===== EXCERPTED RECORDS
"""What one unit of each currency is worth in the base currency: direct, inverse or crossed from the pairs given."""

from __future__ import annotations

from collections import deque
from collections.abc import Mapping, Sequence

import numpy as np

from monitor.world import Floats, Integers


def chains(pairs: Sequence[str], base: str) -> Mapping[str, tuple[tuple[int, int], ...]]:
    """For each currency that the pairs connect with the base, the shortest chain of (pair, exponent) to multiply.

    The pair XXXYYY says how much YYY one XXX costs: exponent +1 leads from XXX to YYY, -1 back. Among chains of one
    length the first by the pairs' alphabetical order is taken, so that the choice does not depend on the file.
    """
    found: dict[str, tuple[tuple[int, int], ...]] = {base: ()}
    queue = deque([base])
    order = sorted(range(len(pairs)), key=lambda at: pairs[at])
    while queue:
        target = queue.popleft()
        for at in order:
            quoted, priced = pairs[at][:3], pairs[at][3:]
            for source, end, exponent in ((quoted, priced, 1), (priced, quoted, -1)):
                if end == target and source not in found:
                    found[source] = ((at, exponent), *found[target])
                    queue.append(source)
    return found


def worth(
    rates: Floats, rate_days: Integers, pairs: Sequence[str], currencies: Sequence[str], base: str
) -> tuple[Floats, Integers]:
    """Worth of one unit of each currency in the base, from rates (days, pairs) to (currencies, days).

    The second array says from which day each figure comes: a crossed rate is as old as the oldest rate of its chain.
    NaN and day 0 where no chain of pairs leads to the base or a rate of the chain is not known.
    """
    known = chains(pairs, base)
    values = np.full((len(currencies), len(rates)), np.nan)
    days = np.zeros((len(currencies), len(rates)), dtype=np.int64)
    for row, currency in enumerate(currencies):
        if currency not in known:
            continue
        values[row] = 1.0
        days[row] = np.iinfo(np.int64).max
        for at, exponent in known[currency]:
            values[row] *= rates[:, at] ** exponent
            days[row] = np.minimum(days[row], rate_days[:, at])
    return values, days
==========
* TASK ITEM *
Transcribe the records above with every character unchanged.

* WRITTEN ANSWER *
"""What one unit of each currency is worth in the base currency: direct, inverse or crossed from the pairs given."""

from __future__ import annotations

from collections import deque
from collections.abc import Mapping, Sequence

import numpy as np

from monitor.world import Floats, Integers


def chains(pairs: Sequence[str], base: str) -> Mapping[str, tuple[tuple[int, int], ...]]:
    """For each currency that the pairs connect with the base, the shortest chain of (pair, exponent) to multiply.

    The pair XXXYYY says how much YYY one XXX costs: exponent +1 leads from XXX to YYY, -1 back. Among chains of one
    length the first by the pairs' alphabetical order is taken, so that the choice does not depend on the file.
    """
    found: dict[str, tuple[tuple[int, int], ...]] = {base: ()}
    queue = deque([base])
    order = sorted(range(len(pairs)), key=lambda at: pairs[at])
    while queue:
        target = queue.popleft()
        for at in order:
            quoted, priced = pairs[at][:3], pairs[at][3:]
            for source, end, exponent in ((quoted, priced, 1), (priced, quoted, -1)):
                if end == target and source not in found:
                    found[source] = ((at, exponent), *found[target])
                    queue.append(source)
    return found


def worth(
    rates: Floats, rate_days: Integers, pairs: Sequence[str], currencies: Sequence[str], base: str
) -> tuple[Floats, Integers]:
    """Worth of one unit of each currency in the base, from rates (days, pairs) to (currencies, days).

    The second array says from which day each figure comes: a crossed rate is as old as the oldest rate of its chain.
    NaN and day 0 where no chain of pairs leads to the base or a rate of the chain is not known.
    """
    known = chains(pairs, base)
    values = np.full((len(currencies), len(rates)), np.nan)
    days = np.zeros((len(currencies), len(rates)), dtype=np.int64)
    for row, currency in enumerate(currencies):
        if currency not in known:
            continue
        values[row] = 1.0
        days[row] = np.iinfo(np.int64).max
        for at, exponent in known[currency]:
            values[row] *= rates[:, at] ** exponent
            days[row] = np.minimum(days[row], rate_days[:, at])
    return values, days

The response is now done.